# B.A.S.S. Fantasy



## young-gun21 (Mar 14, 2006)

I created a room for any interested OGF members...

Group Name: TEAM OGF
Password: OGF2012



Sent from my htc Evo


----------



## mpd5094 (Jun 20, 2005)

Cool...I'll join


----------



## qpan13 (May 30, 2010)

I joined also. Thanks!!


----------



## giniman11 (Sep 28, 2009)

Nice! I've done it the last couple of years solo so I'll join!


----------



## young-gun21 (Mar 14, 2006)

12 guys signed up so far....I think we can do better!
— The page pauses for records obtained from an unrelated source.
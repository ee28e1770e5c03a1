// Starts and stops the processes of a running Hearth: the local fakes, the web app, the worker.
import { spawn, type ChildProcess } from "node:child_process";
import fs from "node:fs";
import path from "node:path";

export type Proc = { name: string; child: ChildProcess; exited: Promise<number | null> };

const COLORS: Record<string, string> = { app: "38;5;173", worker: "38;5;108", fakes: "38;5;110" };

/**
 * Spawns one process of the stack; its lines go to the terminal with a coloured prefix (unless
 * quiet) and, when logDir is given, unprefixed to logDir/<name>.log as well (the tests read them).
 */
export function startProc(name: string, command: string, args: string[], env: NodeJS.ProcessEnv = process.env, quiet = false, logDir?: string): Proc {
  const child = spawn(command, args, { env, stdio: ["ignore", "pipe", "pipe"], detached: false });
  const prefix = `\x1b[${COLORS[name] ?? "37"}m[${name}]\x1b[0m `;
  let file: fs.WriteStream | undefined;
  if (logDir) {
    fs.mkdirSync(logDir, { recursive: true });
    file = fs.createWriteStream(path.join(logDir, `${name}.log`), { flags: "a" });
    child.on("exit", () => file?.end());
  }
  const pipe = (stream: NodeJS.ReadableStream | null, out: NodeJS.WriteStream) => {
    if (!stream) return;
    let buf = "";
    stream.on("data", (chunk: Buffer) => {
      buf += chunk.toString();
      const lines = buf.split("\n");
      buf = lines.pop() ?? "";
      for (const line of lines) {
        if (!quiet) out.write(prefix + line + "\n");
        file?.write(line + "\n");
      }
    });
  };
  pipe(child.stdout, process.stdout);
  pipe(child.stderr, process.stderr);
  const exited = new Promise<number | null>((resolve) => child.on("exit", (code) => resolve(code)));
  return { name, child, exited };
}

export const bin = (name: string) => path.resolve("node_modules/.bin", name);

export async function waitFor(url: string, timeoutMs: number, ok: (status: number) => boolean = (s) => s < 500): Promise<void> {
  const deadline = Date.now() + timeoutMs;
  let last = "";
  while (Date.now() < deadline) {
    try {
      const res = await fetch(url, { signal: AbortSignal.timeout(3000) });
      if (ok(res.status)) return;
      last = `status ${res.status}`;
    } catch (err) {
      last = err instanceof Error ? err.message : String(err);
    }
    await new Promise((r) => setTimeout(r, 300));
  }
  throw new Error(`${url} did not answer in ${timeoutMs} ms (${last})`);
}

export async function stopProcs(procs: Proc[], graceMs = 10_000) {
  await Promise.all(
    procs.map(async (p) => {
      if (p.child.exitCode !== null) return;
      p.child.kill("SIGTERM");
      const timer = setTimeout(() => p.child.kill("SIGKILL"), graceMs);
      await p.exited;
      clearTimeout(timer);
    }),
  );
}

export type StackOptions = { port: number; env: NodeJS.ProcessEnv; quiet?: boolean; logDir?: string };

/**
 * The built app's web server (scripts/serve.ts) in one process, so that a signal reaches it
 * directly; PORT says where it listens.
 */
export function startApp(port: number, env: NodeJS.ProcessEnv, quiet = false, logDir?: string): Proc {
  return startProc("app", process.execPath, ["--import", "tsx", "scripts/serve.ts"], { ...env, PORT: String(port), HOSTNAME: "127.0.0.1" }, quiet, logDir);
}

/**
 * How to start each process of a running Hearth: the fakes, one worker and the web server. The
 * worker runs as one node process (not tsx's wrapper), so that a signal reaches it directly.
 */
export function stackSpecs({ port, env, quiet, logDir }: StackOptions): ProcSpec[] {
  return [
    { name: "fakes", start: () => startProc("fakes", process.execPath, ["--import", "tsx", "scripts/fakes.ts"], env, quiet, logDir) },
    { name: "worker", start: () => startProc("worker", process.execPath, ["--import", "tsx", "worker/index.ts"], env, quiet, logDir) },
    { name: "app", start: () => startApp(port, env, quiet, logDir) },
  ];
}

/** The fakes, the web server and one worker; resolves when the app answers its health check. */
export async function startStack(options: StackOptions): Promise<Proc[]> {
  const procs = stackSpecs(options).map((s) => s.start());
  const { port } = options;
  try {
    await waitFor(`http://127.0.0.1:${port}/api/health`, 90_000, (s) => s === 200);
  } catch (err) {
    await stopProcs(procs);
    throw err;
  }
  return procs;
}

export type ProcSpec = { name: string; start: () => Proc };

export type SupervisorOptions = {
  /** first wait before a restart; it doubles with each crash up to maxDelayMs */
  baseDelayMs?: number;
  maxDelayMs?: number;
  /** a process that ran this long before it stopped starts again after baseDelayMs */
  healthyMs?: number;
  log?: (line: string) => void;
};

/**
 * Keeps each process running: one that stops without being asked to starts again after a wait
 * that doubles with every crash in a row (1 s, 2 s, 4 s … 30 s) and falls back to the first
 * after a minute of healthy running, so that a crash loop neither spins nor gives up.
 */
export class Supervisor {
  readonly procs = new Map<string, Proc>();
  private readonly delays = new Map<string, number>();
  private readonly timers = new Set<NodeJS.Timeout>();
  private stopping = false;
  private readonly base: number;
  private readonly max: number;
  private readonly healthy: number;
  private readonly log: (line: string) => void;

  constructor(
    private readonly specs: ProcSpec[],
    opts: SupervisorOptions = {},
  ) {
    this.base = opts.baseDelayMs ?? 1_000;
    this.max = opts.maxDelayMs ?? 30_000;
    this.healthy = opts.healthyMs ?? 60_000;
    this.log = opts.log ?? ((line) => console.error(line));
  }

  start(): void {
    for (const spec of this.specs) this.launch(spec);
  }

  private launch(spec: ProcSpec): void {
    const proc = spec.start();
    const startedAt = Date.now();
    this.procs.set(spec.name, proc);
    proc.child.on("exit", (code, signal) => {
      if (this.stopping) return;
      const ranMs = Date.now() - startedAt;
      const previous = this.delays.get(spec.name);
      const delay = previous === undefined || ranMs >= this.healthy ? this.base : Math.min(previous * 2, this.max);
      this.delays.set(spec.name, delay);
      this.log(`[hearth] ${spec.name} stopped (${signal ?? `exit ${code}`}) after ${Math.round(ranMs / 1000)} s; starting it again in ${delay / 1000} s`);
      const timer = setTimeout(() => {
        this.timers.delete(timer);
        if (!this.stopping) this.launch(spec);
      }, delay);
      this.timers.add(timer);
    });
  }

  async stop(graceMs?: number): Promise<void> {
    this.stopping = true;
    for (const t of this.timers) clearTimeout(t);
    this.timers.clear();
    await stopProcs([...this.procs.values()], graceMs);
  }
}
Where is LOTP??

Sent from mt EVO 4G


----------



## willthethrill77 (Mar 21, 2007)

You can also join this one if interested. They are giving away prizes each tournament to first and second place

http://www.bassmasterfantasy.com/GroupHome.aspx?groupID=3183

No password needed


----------



## Bassnpro1 (Apr 6, 2004)

sitting with 2519 pts after day 2 at St. Johns. My rank overall is 72. I've been doing this for 6 plus years and I usually end up in 10's of thousands when its done, so I'll enjoy this while it lasts.

my Entry is fishn 4 5


----------



## GetTheNet (Jun 16, 2004)

I just joined the group. This is my second year. I was in 308 place after Thursday but how quickly things change. Thanks for making the group available for us OGF members


----------